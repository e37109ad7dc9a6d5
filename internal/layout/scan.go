package layout

import (
	"math"

	"github.com/scangate/scangate/schema"
)

// Scan is the estimated cost of a full scan of one column: the CPU it burns, the wall
// time on the engine's cores, the bound no schedule can beat, and the bytes it reads.
type Scan struct {
	CPUMs, WallMs, BoundMs float64
	Bytes                  float64
}

// ScanColumn estimates a full scan of column c: each segment is a task of
// overheadMs + b_s/theta, theta = scanMBPerS*1000 bytes per ms (MB = 10^6 bytes),
// tasks in partition order (full segments of a partition, then its part-empty one),
// list-scheduled on the engine's cores. tableRows sizes the column's dictionary
// (0 → the sum of the partitions). Engine values left at zero or invalid take the
// format defaults, a negative overhead counts as 0, so every result is finite.
func ScanColumn(c schema.Column, tableRows int64, parts []Partition, e schema.Engine) Scan {
	f := e.SegmentOverheadMs
	if !(f >= 0) || math.IsInf(f, 0) {
		f = 0
	}
	rate := e.ScanMBPerS
	if !(rate > 0) || math.IsInf(rate, 0) {
		rate = schema.DefaultScanMBPerS
	}
	theta := rate * 1000
	cores := e.Cores
	if cores < 1 {
		cores = schema.DefaultCores
	}
	if tableRows <= 0 {
		for _, p := range parts {
			tableRows = satAdd(tableRows, max(p.Rows, 0))
		}
	}
	// At most two groups per partition; few partitions keep them on the stack.
	var buf [32]TaskGroup
	groups := buf[:0]
	if n := 2 * len(parts); n > len(buf) {
		groups = make([]TaskGroup, 0, n)
	}
	add := func(n int64, ms float64) {
		if k := len(groups) - 1; k >= 0 && groups[k].Ms == ms {
			groups[k].Count = satAdd(groups[k].Count, n)
			return
		}
		groups = append(groups, TaskGroup{Count: n, Ms: ms})
	}
	bytes, segs := columnBytes(c, tableRows, parts, e.SegmentRows, func(full int64, fb float64, rest int64, rb float64) {
		if full > 0 {
			add(full, f+fb/theta)
		}
		if rest > 0 {
			add(1, f+rb/theta)
		}
	})
	wall, bound := Schedule(groups, cores)
	return Scan{
		CPUMs:   float64(float64(segs)*f) + bytes/theta,
		WallMs:  wall,
		BoundMs: bound,
		Bytes:   bytes,
	}
}
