func TestSegmentBytesWorked(t *testing.T) {
	const n = 1 << 20
	// Random bool, 2 values: 2^17 groups of 8; a group is one value with probability
	// (1/2)^7 = 1/128: 1,024 run-length groups, 130,048 bit-packed ones at 1 byte each.
	// Runs: a uniform group starts a run-length run unless the group before is uniform
	// with the same value, 1/128 + 131,071/128 x (1 - 1/256) = 1,019.996 runs of 2 bytes
	// (header varint(16) and the value); a bit-packed run starts after each run-length
	// one, 127/128 + 131,071 x 127/128 x 1/128 = 1,016.984 runs with a 2-byte header
	// (varint(2 x 130,048 / 1,016.98 + 1) = varint(257)). Dictionary: 2 one-byte values.
	// 130,048 + 2 x 1,016.984 + 2 x 1,019.996 + 2 = 134,123.96.
	rle := 1.0/128 + 131071.0/128*(1-1.0/256)
	bp := 127.0/128 + 131071*127.0/128/128
	want := 130048 + 2*bp + 2*rle + 2
	if got := DictionarySize(schema.Column{Type: "bool"}, 4e9, n).Bytes(); math.Abs(got-want) > 1e-6 {
		t.Errorf("bool: %v, want %v", got, want)
	}
	// Written plain (Apache Parquet PLAIN: booleans bit-packed, one bit each) the segment
	// is 2^20 / 8 = 131,072 bytes, less than its dictionary encoding: plain it is.
	if got := SegmentSize(schema.Column{Type: "bool"}, 4e9, n); got != (Size{Plain: 131072}) {
		t.Errorf("bool: %+v, want plain 131,072 bytes", got)
	}
	// Every value unique (int64, distinct defaults to the rows): the dictionary holds
	// about every value of the segment, 8 bytes each, and the 20-bit indexes come on
	// top; plain is 8 bytes a value, 8,388,608 bytes.
	if got := SegmentSize(schema.Column{Type: "int64"}, 4e9, n); got != (Size{Plain: 8 * n}) {
		t.Errorf("unique int64: %+v, want plain %d bytes", got, 8*n)
	}
	// Strings of 12 bytes with a 4-byte length prefix (PLAIN byte arrays): 16 bytes a value.
	if got := SegmentSize(schema.Column{Type: "string", AvgLength: 12, Distinct: 3e9}, 4e9, n); got != (Size{Plain: 16 * n}) {
		t.Errorf("unique strings: %+v, want plain %d bytes", got, 16*n)
	}
	// 1,000 values: 1,000 dictionary entries and 10-bit indexes are far below 8 bytes a row.
	if got := SegmentSize(schema.Column{Type: "int64", Distinct: 1000}, 4e9, n); got.Plain != 0 || got.Bytes() > 2*n {
		t.Errorf("1,000 values: %+v, want dictionary encoded", got)
	}
	// encoded_bytes overrides: 4e9 bytes over 4e9 rows is 1 byte a row.
	if got := SegmentBytes(schema.Column{Type: "int64", EncodedBytes: 4e9}, 4e9, n); got != n {
		t.Errorf("encoded_bytes: %v, want %d", got, n)
	}
	// Sorted, 10 values over 1e9 rows, n = 1e6: ds = 1 + (n-1)(d-1)/(R-1) = 1.008999991.
	// The segment meets one value (probability 0.991) or two (0.009). One value: a lone
	// run header, varint(2 x 10^6) = 3 bytes (21 bits). Two values, w = 1: two run-length
	// runs of 3 + 1 bytes, and the change falls inside a group with probability 7/8, a
	// bit-packed group of 1 byte with a 1-byte header: 8 + 0.875 x 2 = 9.75 bytes.
	// Dictionary 1.009 x 8 bytes.
	ds := 1 + (1e6-1)*9/(1e9-1)
	want = (2-ds)*3 + (ds-1)*9.75 + ds*8
	got := SegmentBytes(schema.Column{Type: "int64", Distinct: 10, Order: schema.Sorted}, 1e9, 1e6)
	if math.Abs(got-want) > 1e-9 {
		t.Errorf("sorted: %v, want %v", got, want)
	}
	// Clustered, 10 values in runs of R/d = 1e8 rows, n = 1e6: a value changes inside the
	// segment (n-1)/1e8 x (1 - 1/10) = 0.009 times, so the index costs as for sorted. The
	// segment meets 1 + (n-1)/1e8 = 1.01 of the table's 10 runs, each value in one run:
	// ds = 10(1 - (1 - 1.01/10)^1) = 1.01 values of 8 bytes.
	ch := (1e6 - 1) / 1e8 * 0.9
	want = (1-ch)*3 + ch*9.75 + (1+(1e6-1)/1e8)*8
	got = SegmentBytes(schema.Column{Type: "int64", Distinct: 10, Order: schema.Clustered}, 1e9, 1e6)
	if math.Abs(got-want) > 1e-9 {
		t.Errorf("clustered: %v, want %v", got, want)
	}
	// A single value needs no index bits: a lone run header, varint(2 x 2^20) = 4 bytes
	// (22 bits), plus its one 8-byte dictionary entry.
	if got := SegmentBytes(schema.Column{Type: "int64", Distinct: 1}, 4e9, n); got != 4+8 {
		t.Errorf("one value: %v, want 12", got)
	}
	if SegmentBytes(schema.Column{Type: "int64"}, 100, 0) != 0 {
		t.Error("an empty segment has bytes")
	}
	// The two parts add up to the whole.
	c := schema.Column{Type: "string", AvgLength: 10, Distinct: 5000, Order: schema.Clustered, RunLength: 40}
	if s := SegmentSize(c, 1e8, n); s.Index <= 0 || s.Dictionary <= 0 || s.Bytes() != SegmentBytes(c, 1e8, n) {
		t.Errorf("SegmentSize %+v does not add up to SegmentBytes %v", s, SegmentBytes(c, 1e8, n))
	}
}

□ □ □

Give the number of lines containing "satAdd" in the entries, and no other text.

REPLY - 2